Blocked in by parked cars?


There have been a spate of cases over recent years concerning the nature and implications of rights granted to park cars and other vehicles. The case of Bachelor v Marlow cast doubt as to whether a right to park could exist as an easement. The case established a test for the validity of an easement as to whether the servient owner was left without ‘reasonable use’ of the land.  The Bachelor case was subsequently criticised by the House of Lords in Moncrieff v Jamieson and an alternative test was laid down as to whether the servient owner (over whose land the rights were exercised) could be viewed as having retained ‘control and possession’ of the land.

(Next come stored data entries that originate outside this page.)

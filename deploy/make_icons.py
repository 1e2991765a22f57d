"""Draw Toeline's app icons with Pillow (run once; the PNGs are committed in static/icons).

The mark: a pile (a white shaft) standing in ground (a lighter band), with the toe line drawn
across beneath its tip, on the app's dark green. ``maskable`` keeps everything inside the
central 80 % safe zone that Android crops to a circle or squircle.

    python deploy/make_icons.py
"""

from __future__ import annotations

from pathlib import Path

from PIL import Image, ImageDraw

OUT = Path(__file__).resolve().parent.parent / "static" / "icons"
GREEN = (11, 61, 46)
GROUND = (46, 110, 82)
WHITE = (255, 255, 255)
YELLOW = (255, 212, 0)


def draw(size: int, maskable: bool) -> Image.Image:
    """One square icon of ``size`` pixels."""
    scale = 4  # draw large and shrink for smooth edges
    s = size * scale
    img = Image.new("RGB", (s, s), GREEN)
    d = ImageDraw.Draw(img)
    inset = 0.1 * s if maskable else 0.0  # 80 % safe zone for maskable icons
    box = s - 2 * inset

    def x(f: float) -> float:
        return inset + f * box

    d.rectangle([x(0.0) if maskable else 0, x(0.42), x(1.0) if maskable else s, x(1.0) if maskable else s],
                fill=GROUND)
    d.rectangle([x(0.40), x(0.12), x(0.60), x(0.74)], fill=WHITE)           # the pile shaft
    d.rectangle([x(0.30), x(0.08), x(0.70), x(0.16)], fill=WHITE)           # the pile head
    d.rectangle([x(0.14), x(0.80), x(0.86), x(0.85)], fill=YELLOW)          # the toe line
    return img.resize((size, size), Image.LANCZOS)


def main() -> None:
    OUT.mkdir(parents=True, exist_ok=True)
    for size in (192, 512):
        draw(size, False).save(OUT / f"icon-{size}.png", optimize=True)
    draw(512, True).save(OUT / "icon-maskable-512.png", optimize=True)
    draw(180, False).save(OUT / "apple-touch-icon.png", optimize=True)
    for p in sorted(OUT.glob("*.png")):
        print(p.name, p.stat().st_size, "bytes")


if __name__ == "__main__":
    main()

The judgment recently handed down in Kettel v Bloomfold Limited provides some welcome clarification. The High Court, in applying the tests set out above, held that a right to park was indeed capable of existing as an easement. Having established this point the Court went on to consider whether a landowner, having granted parking rights over its land, had a unilateral right to extinguish and relocate those rights.

The Court held that the general reservation (entitling the landlord to redevelop land outside of the areas actually demised for the residential units) wasn’t such as to override the easement to park. There was held to be no implied right to vary the easement in the absence of an express right to do so. The rights to park were therefore such as to prevent the re-development which the landlord proposed (and had in fact had commenced).

The landlord had seemingly hoped that were the tenant to take proceedings, an award of damages would be granted as opposed to an injunction (require the parking spaces to be provided and redevelopment to cease). The Court held that an injunction was an appropriate remedy to be applied and the redevelopment proposed by the landlord was therefore blocked.

This case highlights the need both for care when setting up new developments to ensure flexibility in the future and also to identify future redevelopment potential as soon as possible.